# Casting with a drone?



## hypox (Jan 23, 2000)

Can I surf fish Lake Michigan and use a drone to mega-cast?


----------



## AntiHuntersLoveMe (Apr 18, 2012)

Sure seems like an awful amount of work to make 1 "cast"

Sent from my SM-G930V using Tapatalk


----------



## DirtySteve (Apr 9, 2006)

AntiHuntersLoveMe said:


> Sure seems like an awful amount of work to make 1 "cast"
> 
> Sent from my SM-G930V using Tapatalk


Would be worth it for surf fishing. If you could triple your casting distance it could be the difference in catching fish and just sunbathing.


----------



## Petronius (Oct 13, 2010)

hypox said:


> Can I surf fish Lake Michigan and use a drone to mega-cast?


No, you can not.
"(2) An individual shall not take game or fish using an unmanned vehicle or unmanned device that uses aerodynamic forces to achieve flight or using an unmanned vehicle or unmanned device that operates on the surface of water or underwater."

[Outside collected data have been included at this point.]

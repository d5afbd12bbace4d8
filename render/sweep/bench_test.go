package sweep

import (
	"context"
	"testing"

	"kerrscope/render/maps"
	"kerrscope/scene"
)

// BenchmarkSpinSweep is a 60-frame spin sweep at 256×256 pixels, a from
// 0.5 to 0.999999 with 1 − a log-spaced, followed by its merge. Timed:
// the scale pre-pass (16 frames at 96 px), tracing the 60 frames, per
// frame the redshift map as pixel-exact and palette PNG and the spectrum
// CSV, the manifest rewrites, then the merge (hash check of every file,
// the redshift GIF, the spectra plot, the frame table). Decorated
// figures and FITS are left out: at this size they cost more than the
// tracing (about 1 s per frame for all five maps).
//
//	go test ./render/sweep -run X -bench SpinSweep -benchtime 1x
func BenchmarkSpinSweep(b *testing.B) {
	a, err := ParseAxis("spin=0.5:0.999999:60:log1m")
	if err != nil {
		b.Fatal(err)
	}
	for b.Loop() {
		s := scene.Default()
		s.Screen.Width, s.Screen.Height = 256, 256
		s.Output.Directory = b.TempDir()
		s.Output.Maps = []string{"redshift"}
		s.Output.Formats = []string{"bare", "csv"}
		p, err := NewPlan(s, []Axis{a}, maps.Scales{})
		if err != nil {
			b.Fatal(err)
		}
		if _, err := Run(context.Background(), p, Options{}); err != nil {
			b.Fatal(err)
		}
		if _, err := Merge(context.Background(), p.Dir(), MergeOptions{}); err != nil {
			b.Fatal(err)
		}
	}
}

http://www.legislature.mi.gov/documents/2015-2016/publicact/htm/2015-PA-0013.htm

Act No. 13
Public Acts of 2015
Approved by the Governor
April 14, 2015
Filed with the Secretary of State
April 14, 2015
EFFECTIVE DATE: July 13, 2015

*STATE OF MICHIGAN
98TH LEGISLATURE
REGULAR SESSION OF 2015*

*Introduced by Senators Pavlov, Casperson, Nofs, Zorn, Knezek, Marleau, Schmidt, Horn, Green and Booher*

*ENROLLED SENATE BILL No. 55*

AN ACT to amend 1994 PA 451, entitled “An act to protect the environment and natural resources of the state; to codify, revise, consolidate, and classify laws relating to the environment and natural resources of the state; to regulate the discharge of certain substances into the environment; to regulate the use of certain lands, waters, and other natural resources of the state; to protect the people’s right to hunt and fish; to prescribe the powers and duties of certain state and local agencies and officials; to provide for certain charges, fees, assessments, and donations; to provide certain appropriations; to prescribe penalties and provide remedies; and to repeal acts and parts of acts,” by amending section 40111c (MCL 324.40111c), as added by 2008 PA 301.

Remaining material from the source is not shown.